INKPOT#66 CLASSICAL MUSIC REVIEWS: ELGAR The Cello Concerto – An Inktroduction
Sir EDWARD ELGAR (1857-1934)
The Cello ConcertoAn Inktroduction by Derek LimFor many cellists, despite the many other works composed for cello and orchestra, there exist only two cello concertos – the Elgar and the Dvorak.
Why of all works, particularly, the Elgar cello concerto? Probably because it is melodic and evocative in a way that goes straight to the heart, that it is virtuosic and showy in turn, but also probably because it encompasses one of the broadest spectrums of emotions of any concerto – grief, joy, whim, passion – making its interpretation a tour de force for any cellist.
Elgar wrote the concerto throughout the late spring and summer of 1919, and it has an autumnal character in most of its conception. The Concerto is an example, perhaps, of the enormous reaction when a man is challenged by forces that he is hopeless to change. Elgar, it is often said, may have intended the work as an elegy to the people who had died in the Great War of 1914 to 1918. The England which he knew before it was no more. Unknowingly and prophetically he anticipated the death of Lady Elgar the following year in April and the Concerto became an elegy for his wife. The death of his wife dealt him such a deep emotional blow that he was unable to compose anything of similar creativity thereafter, thus making the Cello Concerto his last major work.
Elgar’s Violin Concerto was inspired by the violinist Fritz Kreisler. What inspired the writing of the Cello Concerto is less certain. What is definite is that the muse which prompted him to write this Concerto must have been a wonderful one. The work is novel in many ways, breaking traditions in concerto-writing. For example, considering the date of composition (1919), the four-movement structure was certainly a very different approach. Brahms had tried it before in his Second ppiano Concerto, and to great success. It remained to be seen how this could have been applied to a cello concerto, however.

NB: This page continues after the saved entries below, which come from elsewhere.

#include "spoolstep/io/clock.hpp"

#include <chrono>
#include <thread>

#include "spoolstep/io/ports.hpp"

namespace spoolstep::io {
namespace {

std::int64_t steady_ns() {
  return std::chrono::duration_cast<std::chrono::nanoseconds>(std::chrono::steady_clock::now().time_since_epoch())
      .count();
}

}  // namespace

const char* to_string(PortError error) {
  switch (error) {
    case PortError::kNone: return "ok";
    case PortError::kTimeout: return "timeout";
    case PortError::kDisconnected: return "disconnected";
    case PortError::kProtocol: return "protocol error";
    case PortError::kDeviceFault: return "device fault";
    case PortError::kModelFailed: return "model failed";
    case PortError::kScript: return "script error";
  }
  return "unknown error";
}

SteadyClock::SteadyClock() : origin_ns_(steady_ns()) {}

std::uint64_t SteadyClock::do_now_us() const {
  return static_cast<std::uint64_t>((steady_ns() - origin_ns_) / 1000);
}

void SteadyClock::do_sleep_until(std::uint64_t deadline_us) {
  // sleep_until on the steady clock itself: an absolute deadline does not
  // drift when one wait comes back late.
  const auto deadline = std::chrono::steady_clock::time_point(
      std::chrono::nanoseconds(origin_ns_ + static_cast<std::int64_t>(deadline_us) * 1000));
  std::this_thread::sleep_until(deadline);
}

}  // namespace spoolstep::io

THE FIRST movement is marked Adagio-Moderato, and is one of much anger and energy. It opens dramatically and angrily, ff with a flourish on a chord, which provides the material for the introduction. The orchestra supports the cello in its opening chords and it then leads to the lyrical and poignant main theme of the movement played by the orchestra alone.The second theme of the movement is evocative of old England, and memories of people. There are painful moments but the music remains lyrical. The solo cello consistently takes a somewhat commentatory role, at times detached, as if telling a story. The tension rises and ebbs continually. As the second theme is developed further, it gets more and more agitated, until the point where it plays a continuous ascending minor scale in despair. The whole orchestra then plunges into a tumult of grief and sorrow. Stark orchestration such as the use of timpani with the solo cello add to the extreme loneliness of the movement. Throughout this movement the orchestral writing is transparent though not always light.
The second movement begins with pizzicato chords played forte by the solo cello, followed by an exclamation from the orchestra. The cello then tentatively introduces a theme that becomes a skittish-sounding, frivolous scherzo. It plays without much of a break in-between, always saltando (a continuous staccato). There are parts where the cello has to play in very high positions, with harmonics. Occasionally it breaks into a sweeter, lyrical theme, which the orchestra remarks on, but it quickly then reverts to the original frivolity. The movement ends in a rather light-hearted mood with vigorous cello pizzicati.
The third movement is very short and concise – not really a true slow movement, but rather somewhat like an interlude of sorts – an Adagietto. Nevertheless, it is full of heartfelt emotion, though distant in an English manner. It seems to me like one long sigh, full of regret, ending in resignation.
The fourth and final movement begins with a short introduction from the orchestra, followed by an angry and lyrical interjection from the solo cello. This gives way to a short impassioned cadenza, after which the movement truly starts, with a sturdy determined theme which gives way to an episode of tragic humour and fun. Again, frivolity (in the form of those ricochet notes) is never far away from tragedy and optimism, and the mood of the movement changes abruptly, and often.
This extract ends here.